The proposed intervenors cite to Rule 24(a) that states “a court must permit anyone to intervene who: (1) files a timely motion to intervene; (2) claims an interest relating to the property or transaction that is the subject of the action; (3) is situated so that disposing of the action may, as a practical matter, impair or impede the movant’s ability to protect that interest; and (4) is not adequately represented by the existing parties.” They argue each factor is easily satisfied and conclude with the following arguments:

Proposed Intervenors’ members “directly participat[e]” in the debit card market regulated by Regulation II and are subject to the fee cap which Plaintiff seeks to change. Proposed Intervenors will therefore “provide important perspectives, substantial expertise, and experience that will aid the Court in its consideration of the issues.” Indeed, for these very reasons, Proposed Intervenors were permitted to participate in the previous merchant challenge to Regulation II in NACS. Accordingly, should the Court decide not to grant mandatory intervention, it can and should allow permissive intervention by Proposed Intervenors.

As the Corner Post decision will impact all financial institutions that are subject to regulated debit card interchange, we expect the court will allow the either the mandatory or permissive intervention.

Illinois Interchange Fee Prohibition Act

Also, in Illinois, the Illinois Bankers Association, American Bankers Association, America’s Credit Unions, and Illinois Credit Union League are challenging the enactment of the Interchange Fee Prohibition Act (IFPA), which would prohibit the collection of debit and credit card interchange fees for sales taxes, excise taxes and gratuities if the merchant informs the acquiring bank of the amount of these taxes and gratuities. The IFPA will become effective on July 1, 2025. In addition, the groups have filed for injunctive relief to block the IFPA from taking effect. On October 4, 2024, the Illinois Attorney General brought a motion to dismiss for failure to state a claim.

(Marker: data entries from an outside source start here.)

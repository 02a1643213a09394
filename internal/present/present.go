// Package present formats results for people: SI values shown in SI or US
// customary units, check values and margins, the same way in the terminal
// tables and in the PDF record.
package present

import (
	"fmt"
	"strings"

	"pasval/internal/assess"
	"pasval/internal/units"
)

// Display formats SI values in the chosen unit system.
type Display struct{ Sys units.System }

// Unit is the display unit of a kind.
func (d Display) Unit(k units.Kind) string { return units.DisplayUnit(k, d.Sys) }

// Num formats a value without its unit.
func (d Display) Num(v float64, k units.Kind, prec int) string {
	return fmt.Sprintf("%.*f", prec, units.FromSI(v, k, d.Unit(k)))
}

// With formats a value followed by its unit.
func (d Display) With(v float64, k units.Kind, prec int) string {
	return d.Num(v, k, prec) + " " + d.Unit(k)
}

// Power prints a duty: kW in SI, Btu/h (no decimals) in US units.
func (d Display) Power(w float64) string {
	if d.Sys == units.US {
		return fmt.Sprintf("%.0f", units.FromSI(w, units.Power, "Btu/h"))
	}
	return fmt.Sprintf("%.1f", w/1e3)
}

// Signed puts an explicit sign on a formatted number, with a true minus sign.
func Signed(s string) string {
	if !strings.HasPrefix(s, "-") {
		return "+" + s
	}
	return "−" + s[1:]
}

// Small prints a short length: mm in SI, inches in US units.
func (d Display) Small(m float64) string {
	if d.Sys == units.US {
		return fmt.Sprintf("%.3f in", units.FromSI(m, units.Length, "in"))
	}
	return fmt.Sprintf("%.1f mm", m*1e3)
}

// CheckValue formats a check's required or actual value in display units.
func CheckValue(v float64, unit string, d Display) string {
	switch unit {
	case "°C":
		return d.With(v, units.Temperature, 2)
	case "s":
		return fmt.Sprintf("%.2f s", v)
	case "m":
		return d.With(v, units.Length, 2)
	case "Pa":
		return d.With(v, units.Pressure, 1)
	case "slope":
		return Slope(v, d)
	case "log":
		return fmt.Sprintf("%.2f log", v)
	case "":
		return fmt.Sprintf("%.3g", v)
	}
	return fmt.Sprintf("%.4g %s", v, unit)
}

// CheckMargin formats a check's margin with its sign, in display units.
func CheckMargin(c assess.Check, d Display) string {
	switch c.MarginUnit {
	case "K":
		return Signed(d.Num(c.Margin, units.TemperatureDifference, 2)) + " " + d.Unit(units.TemperatureDifference)
	case "Pa":
		return Signed(d.Num(c.Margin, units.Pressure, 1)) + " " + d.Unit(units.Pressure)
	case "m":
		return Signed(d.Num(c.Margin, units.Length, 2)) + " " + d.Unit(units.Length)
	case "%":
		return Signed(fmt.Sprintf("%.1f", c.Margin)) + " %"
	case "slope":
		return Signed(Slope(c.Margin, d))
	case "log":
		return Signed(fmt.Sprintf("%.2f", c.Margin)) + " log"
	case "s":
		return Signed(fmt.Sprintf("%.2f", c.Margin)) + " s"
	}
	return Signed(fmt.Sprintf("%.3g", c.Margin)) + " " + c.MarginUnit
}

// Slope prints rise/length as cm/m (SI) or in/ft (US).
func Slope(v float64, d Display) string {
	if d.Sys == units.US {
		return fmt.Sprintf("%.3f in/ft", v*12)
	}
	return fmt.Sprintf("%.2f cm/m", v*100)
}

On October 2, 2024, the OCC filed an amicus brief in support of the plaintiffs arguing that the National Banking Act preempts the state’s IFPA because the IFPA’s restrictions on interchange fees and data usage significantly interferes with national banks’ exercise of their power to process electronic payment transaction data. The OCC emphasized that the IFPA would impose operational burdens on national banks and disrupt payment systems. (This is the first brief filed by the OCC regarding national bank preemption in the aftermath of the Cantero case.) Separately, Senator Dick Durbin filed an amicus brief in support of Illinois and the Bank Policy Institute, Consumer Bankers Association and The Clearing House Association filed an amicus brief in support of the plaintiffs. Plaintiffs filed their reply brief on October 11, 2024 and the Attorney General filed its reply brief on October 18, 2024. The Court will hear oral argument today on the pending motion for a preliminary injunction.